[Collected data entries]

• • • • • • •

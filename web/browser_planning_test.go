package web

import (
	"context"
	"fmt"
	"strconv"
	"strings"
	"testing"
	"time"

	"github.com/chromedp/chromedp"

	"kelvard/health"
	"kelvard/jobs"
	"kelvard/store"
	"kelvard/web/browsertest"
)

// planningBrowser opens the work order, forecast and reliability pages
// from the navigation (each checked with axe-core and screenshotted), then
// takes a capacitor replacement through approval, scheduling and
// completion with as-found data, and checks that the capacitors' life
// restarted in the store and on the drive page after the next assessment.
func planningBrowser(t *testing.T, f *fleet, b *browsertest.Browser, orderHref string) {
	ctx := context.Background()
	b.Do("desktop width", chromedp.EmulateViewport(1280, 900))
	b.Open("/fleet")
	b.Do("to the work orders", chromedp.Click(chromedp.CSS(`nav[aria-label="Main"] a[href="/work-orders"]`)),
		chromedp.WaitVisible(chromedp.CSS("table.orders")))
	b.Check("20-work-orders")
	b.Open(orderHref)
	b.Check("21-work-order")
	b.Open(orderHref + "/print")
	b.Check("22-work-order-print")
	b.Open("/fleet")
	b.Do("to the forecast", chromedp.Click(chromedp.CSS(`nav[aria-label="Main"] a[href="/forecast"]`)),
		chromedp.WaitVisible(chromedp.CSS("figure#chart-budget")))
	b.Check("23-forecast")
	b.Do("a longer horizon", chromedp.Evaluate[chromedp.Void](`document.querySelector("#horizon").value = "120"`),
		chromedp.Click(chromedp.CSS(`form.filters button[type="submit"]`)),
		chromedp.WaitReady(chromedp.CSS(`#horizon option[value="120"][selected]`)))
	if rows := browsertest.Value(b, "items", chromedp.Evaluate[int](`document.querySelectorAll("table.items tbody tr").length`)); rows < 10 {
		t.Errorf("120-month forecast lists %d items", rows)
	}
	b.Check("24-forecast-120-months")
	b.Open("/fleet")
	b.Do("to reliability", chromedp.Click(chromedp.CSS(`nav[aria-label="Main"] a[href="/reliability"]`)),
		chromedp.WaitVisible(chromedp.CSS("figure#chart-weibull svg")))
	b.Check("25-reliability")
	b.Do("fleet, any failure", chromedp.Evaluate[chromedp.Void](`document.querySelector("#r-dim").value = "fleet"; document.querySelector("#r-mode").value = "any"`),
		chromedp.Click(chromedp.CSS(`form.filters button[type="submit"]`)),
		chromedp.WaitReady(chromedp.CSS(`#r-mode option[value="any"][selected]`)))
	b.Check("26-reliability-fleet-any")

	// A capacitor replacement, from proposal to done, in the browser.
	o := orderWith(t, f, store.OrderProposed, hasTask(store.TaskReplaceCapacitors))
	var line store.WorkOrderLine
	for _, l := range o.Lines {
		if l.Task == store.TaskReplaceCapacitors && l.State == store.LineActive {
			line = l
		}
	}
	before := fittedCapacitor(t, f, line.DriveID)
	beforeA, err := f.st.LatestAssessment(ctx, line.DriveID)
	if err != nil {
		t.Fatal(err)
	}
	path := fmt.Sprintf("/work-orders/%d", o.ID)
	b.Open(path)
	b.Do("approve", chromedp.Click(chromedp.CSS(`form[action$="/approve"] button`)), browsertest.Redirected("approved"))
	if notice := b.Text("p.notice"); !strings.Contains(notice, "approved") {
		t.Errorf("notice after approving: %q", notice)
	}
	b.Do("schedule", chromedp.Evaluate[chromedp.Void](`document.querySelector("#schedule-on").value = "2026-12-10"`),
		chromedp.Click(chromedp.CSS(`form[action$="/schedule"] button`)), browsertest.Redirected("scheduled"))
	if got, _ := f.st.GetWorkOrder(ctx, o.ID); got.Status != store.OrderScheduled || got.ScheduledFor == nil ||
		got.ScheduledFor.Format(time.DateOnly) != "2026-12-10" {
		t.Fatalf("after scheduling in the browser the order is %s for %v", got.Status, got.ScheduledFor)
	}
	key := strconv.FormatInt(line.ID, 10)
	b.Do("open the completion", chromedp.Click(chromedp.CSS("#complete > summary")), chromedp.WaitVisible(chromedp.CSS("#cap-"+key)))
	if action := b.Attr("#action-"+key+" option[selected]", "value"); action != string(store.ActionReplacedCapacitors) {
		t.Errorf("the capacitor line's action defaults to %q", action)
	}
	b.Check("27-work-order-completion")
	b.Do("record as done", chromedp.SendKeys(chromedp.CSS("#cap-"+key), "3650"), chromedp.SendKeys(chromedp.CSS("#esr-"+key), "41"),
		chromedp.SendKeys(chromedp.CSS("#notes-"+key), "two cans bulging; bank replaced"),
		chromedp.Click(chromedp.CSS(`form.complete button[type="submit"]`)), browsertest.Redirected("completed"))
	if notice := b.Text("p.notice"); !strings.Contains(notice, "recorded as done") {
		t.Fatalf("notice after completing: %q", notice)
	}
	b.Check("28-work-order-done")

	// The store: the order is done, the line records what was found, the
	// old bank is removed and a new one fitted at the completion.
	done, err := f.st.GetWorkOrder(ctx, o.ID)
	if err != nil || done.Status != store.OrderDone {
		t.Fatalf("order after completing: %s %v", done.Status, err)
	}
	for _, l := range done.Lines {
		if l.ID != line.ID {
			continue
		}
		if l.Action != store.ActionReplacedCapacitors || l.FoundCapacitanceUF == nil || *l.FoundCapacitanceUF != 3650 ||
			l.FoundESRMilliohm == nil || *l.FoundESRMilliohm != 41 || l.NewComponentID == nil || l.CompletionNotes != "two cans bulging; bank replaced" {
			t.Errorf("completed line %+v", l)
		}
	}
	after := fittedCapacitor(t, f, line.DriveID)
	if after.ID == before.ID || !after.InstalledAt.Equal(demoNow) {
		t.Errorf("capacitors fitted now: %+v (before %+v)", after, before)
	}
	old, err := store.Get[store.Component](ctx, f.st, before.ID)
	if err != nil || old.RemovedAt == nil || !old.RemovedAt.Equal(demoNow) {
		t.Errorf("the old bank was not removed at the completion: %+v %v", old, err)
	}
	// The next assessment restarts the capacitors' life.
	if _, err := jobs.NewAssessor(f.st, jobs.AssessConfig{Now: f.st.Now}).Assess(ctx, jobs.AssessOptions{}); err != nil {
		t.Fatal(err)
	}
	afterA, err := f.st.LatestAssessment(ctx, line.DriveID)
	if err != nil {
		t.Fatal(err)
	}
	if !(afterA.CapacitorLifeUsedFraction < 0.01) || !(beforeA.CapacitorLifeUsedFraction > afterA.CapacitorLifeUsedFraction) {
		t.Errorf("capacitor life used %.3f before, %.3f after the replacement", beforeA.CapacitorLifeUsedFraction, afterA.CapacitorLifeUsedFraction)
	}
	b.Open(fmt.Sprintf("/drives/%d", line.DriveID))
	life := b.Text("table.life tbody tr:first-child")
	if !strings.HasPrefix(strings.TrimSpace(life), "DC-bus capacitors") || !strings.Contains(life, percent(afterA.CapacitorLifeUsedFraction)) {
		t.Errorf("the drive page's capacitor life after the replacement: %q (want %s)", life, percent(afterA.CapacitorLifeUsedFraction))
	}
	if fitted := b.Text("#ratings"); !strings.Contains(fitted, "Capacitor bank fitted "+date(demoNow)) && !strings.Contains(fitted, "Capacitor bank fitted\n"+date(demoNow)) {
		t.Errorf("the drive page does not show the new bank fitted %s", date(demoNow))
	}
	if n := browsertest.Value(b, "done order link", chromedp.Evaluate[int](fmt.Sprintf(`document.querySelectorAll('#work details a[href="/work-orders/%d"]').length`, o.ID))); n < 1 {
		t.Errorf("the drive page lists the done order %d times under earlier work, want at least once", n)
	}
	b.Check("29-drive-after-replacement")
}

// fittedCapacitor is the drive's capacitor bank fitted now.
func fittedCapacitor(t *testing.T, f *fleet, driveID int64) store.Component {
	t.Helper()
	page, err := store.List[store.Component](context.Background(), f.st, store.ListQuery{Limit: 100,
		Filters: map[string]string{"drive_id": strconv.FormatInt(driveID, 10), "kind": string(health.ComponentCapacitors)}})
	if err != nil {
		t.Fatal(err)
	}
	for _, c := range page.Items {
		if c.RemovedAt == nil {
			return c
		}
	}
	t.Fatalf("drive %d has no capacitor bank fitted", driveID)
	return store.Component{}
}
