// causeOf names the likely cause of a failure from where it happened.
func (m *sim) causeOf(d *simDrive, p *posPlan, mode health.FailureMode) health.FailureCause {
	e := p.area.row.Environment
	u := m.rng.Float64()
	switch mode {
	case health.FailureCapacitors:
		switch {
		case p.row.SupplyPhases == 1 || (p.area.site.row.Name == siteLift && u < 0.4):
			return health.CauseSupply
		case p.prof.coreC > 50:
			return health.CauseHeat
		case u < 0.6:
			return health.CauseWearOut
		}
		return health.CauseUnknown
	case health.FailureFan:
		switch {
		case e.Dust == health.DustWindblown || (e.Dust == health.DustSettling && u < 0.5):
			return health.CauseContamination
		case e.SaltAir && u < 0.3:
			return health.CauseCorrosion
		case p.prof.airC > 45:
			return health.CauseHeat
		}
		return health.CauseWearOut
	case health.FailureControlBoard:
		switch {
		case e.Water == health.WaterHoseDown && d.spec.row.Enclosure.NEMAType == "":
			return health.CauseMoisture
		case e.Corrosion.Rank() >= health.CorrosionG2.Rank() && (!d.spec.row.ConformalCoating || e.Corrosion == health.CorrosionGX):
			return health.CauseCorrosion
		case e.Condensation && u < 0.4:
			return health.CauseMoisture
		}
		return health.CauseUnknown
	case health.FailurePowerModule:
		switch {
		case p.plantRegen:
			return health.CauseRegeneration
		case p.row.Duty == health.DutyHeavy:
			return health.CauseOverload
		case p.prof.airC > 45:
			return health.CauseHeat
		}
		return health.CauseUnknown
	case health.FailureRectifier, health.FailureSoftCharge:
		if u < 0.7 {
			return health.CauseSupply
		}
		return health.CauseWearOut
	case health.FailurePowerSupply:
		if p.prof.airC > 45 {
			return health.CauseHeat
		}
		return health.CauseWearOut
	case health.FailureConnections:
		if u < 0.4 {
			return health.CauseInstallation
		}
		return health.CauseWearOut
	}
	return health.CauseUnknown
}

// trip writes a trip event and, in the reading year, the stop it causes.
func (m *sim) trip(d *simDrive, p *posPlan, at time.Time, cause health.TripCause, state health.OperatingState, note string) {
	if note == "" {
		note = noteTripReset
	}
	m.s.Events = append(m.s.Events, Event{Serial: d.serial, Site: p.area.site.row.Name, Position: p.row.Tag,
		Event: store.Event{At: at, Type: health.EventTrip, TripCause: cause, State: state, Notes: note}})
}

func (m *sim) addStop(p *posPlan, from, to time.Time, decel bool) {
	if to.Before(m.s.ReadingsStart) {
		return
	}
	p.stops = append(p.stops, stop{from: from, to: to, decel: decel})
}
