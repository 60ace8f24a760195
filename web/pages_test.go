package web

import (
	"context"
	"fmt"
	"net/http"
	"net/url"
	"slices"
	"strconv"
	"strings"
	"testing"
	"time"

	"github.com/PuerkitoBio/goquery"

	"kelvard/health"
	"kelvard/store"
	"kelvard/store/storetest"
)

// TestPagesOnDemoFleet loads the demo fleet into each store and checks
// every page by its HTML, then (on SQLite) drives a browser through them.
func TestPagesOnDemoFleet(t *testing.T) {
	if testing.Short() {
		t.Skip("loads the demo fleet")
	}
	t.Parallel()
	for _, d := range storetest.Dialects {
		t.Run(string(d), func(t *testing.T) {
			t.Parallel()
			f := loadFleet(t, d)
			t.Run("sign in", func(t *testing.T) { testSignIn(t, f) })
			t.Run("fleet", func(t *testing.T) { testFleet(t, f) })
			t.Run("fleet filters", func(t *testing.T) { testFleetFilters(t, f) })
			t.Run("sites", func(t *testing.T) { testSites(t, f) })
			t.Run("drive", func(t *testing.T) { testDrive(t, f) })
			t.Run("position", func(t *testing.T) { testPosition(t, f) })
			t.Run("findings", func(t *testing.T) { testFindings(t, f) })
			t.Run("site limit", func(t *testing.T) { testSiteLimit(t, f) })
			t.Run("units", func(t *testing.T) { testUnits(t, f) })
			t.Run("self-contained", func(t *testing.T) { testSelfContained(t, f) })
			t.Run("work orders", func(t *testing.T) { testWorkOrders(t, f) })
			t.Run("work order", func(t *testing.T) { testWorkOrder(t, f) })
			t.Run("forecast", func(t *testing.T) { testForecast(t, f) })
			t.Run("reliability", func(t *testing.T) { testReliability(t, f) })
			t.Run("planning site limit", func(t *testing.T) { testPlanningSiteLimit(t, f) })
			t.Run("newcomer", func(t *testing.T) { testNewcomer(t, f) })
			t.Run("finding actions", func(t *testing.T) { testFindingActions(t, f) })
			t.Run("work order actions", func(t *testing.T) { testWorkOrderActions(t, f) })
			if d == store.SQLite {
				t.Run("browser", func(t *testing.T) { browserTests(t, f) })
			}
		})
	}
}

func testSignIn(t *testing.T, f *fleet) {
	c := f.newClient(t)
	res, _ := c.get("/drives/1?range=7d")
	if res.StatusCode != http.StatusSeeOther || res.Header.Get("Location") != "/signin?next="+url.QueryEscape("/drives/1?range=7d") {
		t.Fatalf("unsigned page: %d to %q", res.StatusCode, res.Header.Get("Location"))
	}
	res, doc := c.get(res.Header.Get("Location"))
	if res.StatusCode != http.StatusOK {
		t.Fatalf("sign-in form: %d", res.StatusCode)
	}
	if doc.Find(`label[for="token"]`).Length() != 1 || doc.Find(`input#token[type="password"][required]`).Length() != 1 {
		t.Error("sign-in form lacks its labelled token field")
	}
	csrf, _ := doc.Find(`input[name="csrf"]`).Attr("value")
	next, _ := doc.Find(`input[name="next"]`).Attr("value")
	if csrf == "" || next != "/drives/1?range=7d" {
		t.Errorf("form token %q, next %q", csrf, next)
	}
	for name, tc := range map[string]struct {
		form   url.Values
		status int
	}{
		"wrong token":   {url.Values{"csrf": {csrf}, "token": {"kvd_AAAAAAAA_" + strings.Repeat("x", 43)}}, http.StatusUnauthorized},
		"empty token":   {url.Values{"csrf": {csrf}, "token": {""}}, http.StatusUnprocessableEntity},
		"no form token": {url.Values{"token": {f.viewer}}, http.StatusForbidden},
		"other token":   {url.Values{"csrf": {signinCSRF(f.h.cfg.SessionKey, "someone-else-nonce")}, "token": {f.viewer}}, http.StatusForbidden},
	} {
		res, doc := c.post("/signin", tc.form)
		if res.StatusCode != tc.status || doc.Find("p.error[role=alert]").Length() != 1 {
			t.Errorf("%s: %d, want %d with an error shown", name, res.StatusCode, tc.status)
		}
		if hasCookie(res, sessionCookie) {
			t.Errorf("%s: a session cookie was set", name)
		}
	}
	res, _ = c.post("/signin", url.Values{"csrf": {csrf}, "token": {f.viewer}, "next": {next}})
	if res.StatusCode != http.StatusSeeOther || res.Header.Get("Location") != next {
		t.Fatalf("sign in: %d to %q", res.StatusCode, res.Header.Get("Location"))
	}
	var sc *http.Cookie
	for _, ck := range res.Cookies() {
		if ck.Name == sessionCookie {
			sc = ck
		}
	}
	if sc == nil || !sc.HttpOnly || sc.SameSite != http.SameSiteStrictMode || sc.Secure || sc.Path != "/" || sc.MaxAge != int((12*time.Hour).Seconds()) {
		t.Fatalf("session cookie %+v: want HttpOnly, SameSite=Strict, path /, not Secure over plain HTTP, 12 h", sc)
	}
	// An open redirect is refused: next must be a path here.
	c2 := f.newClient(t)
	_, doc = c2.get("/signin")
	csrf2, _ := doc.Find(`input[name="csrf"]`).Attr("value")
	res, _ = c2.post("/signin", url.Values{"csrf": {csrf2}, "token": {f.viewer}, "next": {"//elsewhere.example/x"}})
	if res.Header.Get("Location") != "/fleet" {
		t.Errorf("next to another host redirected to %q", res.Header.Get("Location"))
	}

	// A tampered cookie, a cookie signed with another key and a cookie of
	// a revoked token are all refused.
	good := sc.Value
	for name, v := range map[string]string{
		"tampered":  strings.Replace(good, good[:4], "AAAA", 1),
		"other key": mustSession(t, []byte(strings.Repeat("z", 32)), f, f.viewer),
		"garbage":   "x.y",
	} {
		if code := statusWithCookie(t, f, sessionCookie, v, "/fleet"); code != http.StatusSeeOther {
			t.Errorf("%s cookie: %d, want a redirect to sign in", name, code)
		}
	}
	if code := statusWithCookie(t, f, sessionCookie, good, "/fleet"); code != http.StatusOK {
		t.Errorf("good cookie: %d", code)
	}
	ctx := context.Background()
	tok, secret, err := f.st.CreateToken(ctx, store.NewToken{Name: "short-lived", Role: store.RoleViewer})
	if err != nil {
		t.Fatal(err)
	}
	v := mustSession(t, f.h.cfg.SessionKey, f, secret)
	if code := statusWithCookie(t, f, sessionCookie, v, "/fleet"); code != http.StatusOK {
		t.Fatalf("fresh token's session: %d", code)
	}
	if _, err := f.st.RevokeToken(ctx, tok.ID); err != nil {
		t.Fatal(err)
	}
	if code := statusWithCookie(t, f, sessionCookie, v, "/fleet"); code != http.StatusSeeOther {
		t.Errorf("revoked token's session: %d, want a redirect to sign in", code)
	}

	// Signing out needs the form token, clears the cookie and ends the
	// token's earlier sessions on the server: a cookie of an hour ago,
	// copied elsewhere, is refused afterwards.
	outTok, outSecret, err := f.st.CreateToken(ctx, store.NewToken{Name: "signing out", Role: store.RoleViewer})
	if err != nil {
		t.Fatal(err)
	}
	authed, err := f.st.Authenticate(ctx, outSecret)
	if err != nil {
		t.Fatal(err)
	}
	copied, err := newSessionValue(f.h.cfg.SessionKey, outTok.ID, authed.Hash, f.st.Now().Add(-time.Hour), 2*time.Hour)
	if err != nil {
		t.Fatal(err)
	}
	if code := statusWithCookie(t, f, sessionCookie, copied, "/fleet"); code != http.StatusOK {
		t.Fatalf("an hour-old session before signing out: %d", code)
	}
	c3 := f.signedIn(t, outSecret)
	res, _ = c3.post("/signout", url.Values{})
	if res.StatusCode != http.StatusForbidden {
		t.Errorf("sign out without the form token: %d", res.StatusCode)
	}
	res, _ = c3.post("/signout", url.Values{"csrf": {c3.csrf}})
	if res.StatusCode != http.StatusSeeOther || !clearsCookie(res, sessionCookie) {
		t.Errorf("sign out: %d, cookies %v", res.StatusCode, res.Cookies())
	}
	if res, _ := c3.get("/fleet"); res.StatusCode != http.StatusSeeOther {
		t.Errorf("after signing out the fleet answers %d", res.StatusCode)
	}
	if code := statusWithCookie(t, f, sessionCookie, copied, "/fleet"); code != http.StatusSeeOther {
		t.Errorf("a copy of the signed-out session cookie: %d, want a redirect to sign in", code)
	}

	// Behind TLS (told by the flag) cookies are Secure and the session
	// takes the __Host- prefix.
	hs, err := New(f.st, Config{SecureCookies: true, SessionKey: f.h.cfg.SessionKey})
	if err != nil {
		t.Fatal(err)
	}
	rec := httptestRecorder(hs, http.MethodGet, "/signin", nil, nil)
	nonce := ""
	for _, ck := range rec.Result().Cookies() {
		if ck.Name == signinCookie {
			nonce = ck.Value
			if !ck.Secure {
				t.Error("sign-in cookie not Secure with SecureCookies")
			}
		}
	}
	form := url.Values{"csrf": {signinCSRF(hs.cfg.SessionKey, nonce)}, "token": {f.viewer}}
	rec = httptestRecorder(hs, http.MethodPost, "/signin", form, []*http.Cookie{{Name: signinCookie, Value: nonce}})
	var secure *http.Cookie
	for _, ck := range rec.Result().Cookies() {
		if ck.Name == secureSessionCookie {
			secure = ck
		}
	}
	if rec.Code != http.StatusSeeOther || secure == nil || !secure.Secure || !secure.HttpOnly || secure.SameSite != http.SameSiteStrictMode {
		t.Errorf("secure sign in: %d, cookie %+v", rec.Code, secure)
	}
}
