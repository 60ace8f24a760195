package web

import (
	"fmt"
	"math"
	"net/http"
	"slices"
	"strconv"
	"strings"
	"time"

	"kelvard/health"
	"kelvard/store"
	"kelvard/store/plan"
	"kelvard/web/chart"
)

// horizonChoices are the forecast horizons offered, in months; the query
// may ask for any whole number of months from 1 to 120.
var horizonChoices = []int{6, 12, 24, 36, 60, 120}

// defaultHorizon is the design brief's 24-month forecast.
const defaultHorizon = 24

// forecastItemsShown caps the items table; the API's CSV export has them
// all.
const forecastItemsShown = 500

// forecastPage is the replacement forecast: the budget by month and site
// as a chart and tables, and the items with their dates and bands.
type forecastPage struct {
	F        plan.Forecast
	Horizon  int
	Horizons []choiceCount
	Chart    chartView
	Items    []plan.ForecastItem
	// More counts the items beyond those shown.
	More    int
	Counts  forecastCounts
	Totals  []totalRow
	Caution string
	// From and To name the horizon's first and last months.
	From, To string
}

// totalRow is one case of the horizon's totals.
type totalRow struct {
	Name string
	Row  plan.BudgetRow
}

// forecastCounts counts the items by the work they call for.
type forecastCounts struct {
	Refurbish, ReplaceDrive, Fan, Overdue, OutsideBudget int
}

// forecast shows the replacement forecast over the chosen horizon.
func (h *Handler) forecast(w http.ResponseWriter, r *http.Request) {
	horizon := defaultHorizon
	if v := r.URL.Query().Get("horizon"); v != "" {
		n, err := strconv.Atoi(v)
		if err != nil || n < 1 || n > 120 {
			h.errorPage(w, r, http.StatusBadRequest, "The horizon must be a whole number of months from 1 to 120.")
			return
		}
		horizon = n
	}
	f, err := plan.ForecastFor(r.Context(), h.st, plan.Config{HorizonMonths: horizon})
	if err != nil {
		h.fail(w, r, err)
		return
	}
	p := forecastPage{F: f, Horizon: horizon, Caution: health.SafetyCaution, Totals: []totalRow{
		{"Expected", f.Totals.Expected},
		{"Earliest case", f.Totals.EarliestCase},
		{"Latest case", f.Totals.LatestCase},
	}}
	choices := horizonChoices
	if !slices.Contains(choices, horizon) {
		choices = append(slices.Clone(choices), horizon)
		slices.Sort(choices)
	}
	for _, n := range choices {
		p.Horizons = append(p.Horizons, choiceCount{Key: strconv.Itoa(n), Label: strconv.Itoa(n) + " months", Current: n == horizon})
	}
	if len(f.Months) > 0 {
		p.From, p.To = monthLabel(f.Months[0].Month), monthLabel(f.Months[len(f.Months)-1].Month)
	}
	for _, it := range f.Items {
		switch it.Action {
		case store.TaskReplaceCapacitors:
			p.Counts.Refurbish++
		case store.TaskReplaceDrive:
			p.Counts.ReplaceDrive++
		case store.TaskReplaceFan:
			p.Counts.Fan++
		}
		if it.Overdue {
			p.Counts.Overdue++
		}
		if !it.InBudget {
			p.Counts.OutsideBudget++
		}
	}
	p.Items = f.Items
	if len(p.Items) > forecastItemsShown {
		p.More = len(p.Items) - forecastItemsShown
		p.Items = p.Items[:forecastItemsShown]
	}
	p.Chart = budgetChart(f, p.From, p.To)
	h.render(w, r, http.StatusOK, "forecast", "Replacement forecast", "forecast", p)
}

// budgetChart draws the expected cost of each month as a bar stacked by
// site, with the same numbers as a table and the totals in sentences.
func budgetChart(f plan.Forecast, from, to string) chartView {
	cv := chartView{ID: "chart-budget", Title: "Budget by month and site",
		Caption: fmt.Sprintf("Expected cost of the replacements projected in each month from %s to %s, stacked by site. "+
			"Costs are in the currency the drive models' prices are registered in.", from, to)}
	var sites []string
	bySite := map[string]map[string]float64{}
	for _, b := range f.Budget {
		if _, ok := bySite[b.Site]; !ok {
			sites = append(sites, b.Site)
			bySite[b.Site] = map[string]float64{}
		}
		bySite[b.Site][b.Month] += b.TotalCost
	}
	slices.Sort(sites)
	spec := chart.BarSpec{Unit: "cost"}
	for _, m := range f.Months {
		spec.Categories = append(spec.Categories, monthLabel(m.Month))
	}
	if len(f.Months) > 36 {
		spec.LabelEvery = 12
	} else if len(f.Months) > 12 {
		spec.LabelEvery = 3
	}
	for i, s := range sites {
		st := chart.Stack{Name: s, Class: fmt.Sprintf("b-%d", i%6)}
		for _, m := range f.Months {
			st.Values = append(st.Values, bySite[s][m.Month])
		}
		spec.Stacks = append(spec.Stacks, st)
		cv.Legend = append(cv.Legend, legendItem{Name: s, Class: st.Class, Kind: "bar"})
	}
	layout := chart.Bars(spec)
	cv.Bars = &layout
	if layout.Empty {
		cv.Empty = fmt.Sprintf("No replacement is projected in the %d months from %s to %s.", f.HorizonMonths, from, to)
	}
	busy := 0
	peak := plan.BudgetRow{}
	for _, m := range f.Months {
		if m.TotalCost > 0 {
			busy++
		}
		if m.TotalCost > peak.TotalCost {
			peak = m
		}
	}
	e := f.Totals.Expected
	cv.Summary = append(cv.Summary, fmt.Sprintf("Expected cost over the %d months: %s, in %d month%s with work.", f.HorizonMonths,
		money(e.TotalCost), busy, plural(busy)))
	if peak.TotalCost > 0 {
		cv.Summary = append(cv.Summary, fmt.Sprintf("The costliest month is %s: %s.", monthLabel(peak.Month), money(peak.TotalCost)))
	}
	if len(sites) > 0 {
		var parts []string
		for _, s := range sites {
			sum := 0.0
			for _, v := range bySite[s] {
				sum += v
			}
			parts = append(parts, s+" "+money(sum))
		}
		cv.Summary = append(cv.Summary, "By site: "+strings.Join(parts, "; ")+".")
	}
	cv.Summary = append(cv.Summary, fmt.Sprintf("If every part reached the earlier end of its band the horizon would cost %s; at the later end, %s.",
		money(f.Totals.EarliestCase.TotalCost), money(f.Totals.LatestCase.TotalCost)))
	cv.Table.Head = append([]string{"Month"}, sites...)
	cv.Table.Head = append(cv.Table.Head, "All sites")
	for _, m := range f.Months {
		row := []string{monthLabel(m.Month)}
		for _, s := range sites {
			row = append(row, money(bySite[s][m.Month]))
		}
		cv.Table.Rows = append(cv.Table.Rows, append(row, money(m.TotalCost)))
	}
	return cv
}

// monthLabel writes a budget month ("2027-03") as "Mar 2027".
func monthLabel(m string) string {
	t, err := time.Parse("2006-01", m)
	if err != nil {
		return m
	}
	return t.Format("Jan 2006")
}

// money writes a cost as a whole number with grouped digits; the register
// does not name a currency.
func money(v float64) string {
	if math.IsNaN(v) || math.IsInf(v, 0) {
		return "–"
	}
	return grouped(math.Round(v))
}

func plural(n int) string {
	if n == 1 {
		return ""
	}
	return "s"
}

• • • • • • •

#### YOUR ASSIGNMENT:
Write down, word for word, the lines above from the one containing "e := f.Totals.Expected" through the one containing "var parts []string", both ends included.

#### RESPONSE BELOW:
	e := f.Totals.Expected
	cv.Summary = append(cv.Summary, fmt.Sprintf("Expected cost over the %d months: %s, in %d month%s with work.", f.HorizonMonths,
		money(e.TotalCost), busy, plural(busy)))
	if peak.TotalCost > 0 {
		cv.Summary = append(cv.Summary, fmt.Sprintf("The costliest month is %s: %s.", monthLabel(peak.Month), money(peak.TotalCost)))
	}
	if len(sites) > 0 {
		var parts []string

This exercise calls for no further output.